- Problem: Take every line from the entries below that includes the word "spectra" and copy it.
____
//! Invented markets whose true means and covariances are known, drawn from
//! three families of structures that share no generator code path for their
//! spectra, premia or tails (see `Family`).

use faer::Mat;
use faer::linalg::solvers::Solve as _;
use keelson::demo::SplitMix as Rng;
use keelson::estimator::ReturnPanel;

/// Which distribution of structures a market is drawn from.
#[derive(Clone, Copy, Debug, PartialEq, Eq)]
pub enum Family {
    /// The tuning family: spiked or power-law spectra; premia loud, quiet,
    /// in a few factors, spread, or a mixture; Gaussian or Student-t returns.
    /// The default is chosen on this family only.
    Broad,
    /// The second tuning family (it was written as a held-out family and
    /// consulted once, so it is tuning evidence now): spectra fitted to the
    /// open dataset or built from clustered (industry-like) loadings; premia
    /// tilted by variance, quiet plus idiosyncratic, or a concentrated
    /// mixture; GARCH(1,1) or regime-switching volatility.
    Probe,
    /// The held-out family, never used to choose anything: Toeplitz
    /// (sorted-portfolio-like) or two-level hierarchical spectra; premia as
    /// many small own alphas, in the middle of the spectrum, or a sparse
    /// stochastic discount factor; Student-t GARCH or compensated crash jumps.
    Holdout,
}

impl Family {
    /// The premia designs of the family, in report order.
    pub fn designs(self) -> &'static [&'static str] {
        match self {
            Family::Broad => &["loud", "quiet", "few", "spread", "mixture"],
            Family::Probe => &["tilted", "quiet+few", "concentrated"],
            Family::Holdout => &["dense-own", "middle", "sparse-sdf"],
        }
    }
}

/// The open dataset's spectrum as a power law λ_j = e^a · j^(−α) (per-month
/// variances of the demarketed factors), fitted by least squares on logs.
#[derive(Clone, Copy, Debug)]
pub struct OpenSpectrum {
    pub log_level: f64,
    pub alpha: f64,
    /// Mean and standard deviation across factors of the annualised
    /// demarketed Sharpe ratios (reported beside the designs, not used).
    pub sharpe_mean: f64,
    pub sharpe_sd: f64,
}

/// Time variation of volatility (the unconditional covariance stays Σ).
#[derive(Clone, Copy, Debug)]
enum Tails {
    Gaussian,
    /// Multivariate Student t with ν degrees of freedom, scaled to covariance Σ.
    StudentT(u32),
    /// h_{t+1} = (1 − a − b) + a·e_t² + b·h_t driven by the loudest direction's shock (E h = 1).
    Garch {
        a: f64,
        b: f64,
    },
    /// A two-state Markov chain of volatility multipliers with E s² = 1.
    Regime {
        stay: f64,
        low: f64,
        high: f64,
    },
    /// Student-t(ν) shocks scaled by a GARCH(1,1) variance as above.
    StudentGarch {
        nu: u32,
        a: f64,
        b: f64,
    },
    /// Half the loudest direction's variance arrives as crashes of −c with
    /// probability p a period, compensated (+pc every period): mean and
    /// covariance unchanged, returns negatively skewed.
    Jumps {
        p: f64,
    },
}

impl Tails {
    fn name(self) -> &'static str {
        match self {
            Tails::Gaussian => "gaussian",
            Tails::StudentT(_) => "student-t",
            Tails::Garch { .. } => "garch",
            Tails::Regime { .. } => "regime",
            Tails::StudentGarch { .. } => "student-t garch",
            Tails::Jumps { .. } => "jumps",
        }
    }
}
____
- Worked solution:
//! spectra, premia or tails (see `Family`).
    /// The tuning family: spiked or power-law spectra; premia loud, quiet,
    /// consulted once, so it is tuning evidence now): spectra fitted to the
    /// (sorted-portfolio-like) or two-level hierarchical spectra; premia as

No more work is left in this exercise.